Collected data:
- - -

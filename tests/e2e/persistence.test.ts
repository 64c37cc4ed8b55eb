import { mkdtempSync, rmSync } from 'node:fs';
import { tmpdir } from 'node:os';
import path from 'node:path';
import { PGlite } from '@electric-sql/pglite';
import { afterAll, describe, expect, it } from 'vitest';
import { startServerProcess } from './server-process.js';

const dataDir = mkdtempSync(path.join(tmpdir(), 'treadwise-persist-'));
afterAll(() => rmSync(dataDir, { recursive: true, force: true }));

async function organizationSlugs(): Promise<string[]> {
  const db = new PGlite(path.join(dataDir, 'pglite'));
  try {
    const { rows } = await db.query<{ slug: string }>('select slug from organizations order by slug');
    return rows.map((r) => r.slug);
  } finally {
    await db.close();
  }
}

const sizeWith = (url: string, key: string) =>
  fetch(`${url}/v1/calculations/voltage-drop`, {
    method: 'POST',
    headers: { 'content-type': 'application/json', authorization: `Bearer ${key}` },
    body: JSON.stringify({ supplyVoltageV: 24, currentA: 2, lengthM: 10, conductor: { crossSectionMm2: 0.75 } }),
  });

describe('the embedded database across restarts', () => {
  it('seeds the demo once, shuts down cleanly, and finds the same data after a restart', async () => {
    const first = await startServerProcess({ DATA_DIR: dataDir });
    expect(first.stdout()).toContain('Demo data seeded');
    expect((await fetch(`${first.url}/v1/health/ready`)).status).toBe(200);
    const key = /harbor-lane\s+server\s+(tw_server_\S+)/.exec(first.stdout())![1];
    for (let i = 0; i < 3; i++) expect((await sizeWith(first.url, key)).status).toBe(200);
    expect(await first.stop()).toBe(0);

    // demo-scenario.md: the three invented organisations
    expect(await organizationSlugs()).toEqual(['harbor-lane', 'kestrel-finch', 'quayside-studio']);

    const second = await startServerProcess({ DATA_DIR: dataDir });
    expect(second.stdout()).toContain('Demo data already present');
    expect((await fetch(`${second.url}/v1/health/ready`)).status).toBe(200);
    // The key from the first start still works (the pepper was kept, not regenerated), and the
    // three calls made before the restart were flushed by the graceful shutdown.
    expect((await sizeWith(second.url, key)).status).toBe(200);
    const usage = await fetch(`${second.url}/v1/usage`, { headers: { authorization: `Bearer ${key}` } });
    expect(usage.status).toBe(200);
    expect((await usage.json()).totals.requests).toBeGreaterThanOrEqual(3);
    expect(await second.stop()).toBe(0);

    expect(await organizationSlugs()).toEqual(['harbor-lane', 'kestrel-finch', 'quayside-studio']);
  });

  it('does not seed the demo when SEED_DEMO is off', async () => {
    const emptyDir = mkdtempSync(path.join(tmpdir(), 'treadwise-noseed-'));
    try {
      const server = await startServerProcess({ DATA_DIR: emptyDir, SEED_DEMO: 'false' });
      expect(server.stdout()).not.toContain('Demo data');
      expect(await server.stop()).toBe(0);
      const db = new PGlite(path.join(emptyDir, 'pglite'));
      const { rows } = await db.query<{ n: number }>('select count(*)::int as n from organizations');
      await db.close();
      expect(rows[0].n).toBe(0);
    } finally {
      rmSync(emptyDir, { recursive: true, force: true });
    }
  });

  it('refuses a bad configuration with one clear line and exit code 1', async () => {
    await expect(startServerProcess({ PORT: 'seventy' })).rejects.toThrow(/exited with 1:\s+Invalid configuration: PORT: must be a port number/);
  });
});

- - -

§ Try it
Your task is to find every line above containing the word "rows" and copy it.

§ Final answer
    const { rows } = await db.query<{ slug: string }>('select slug from organizations order by slug');
    return rows.map((r) => r.slug);
      const { rows } = await db.query<{ n: number }>('select count(*)::int as n from organizations');
      expect(rows[0].n).toBe(0);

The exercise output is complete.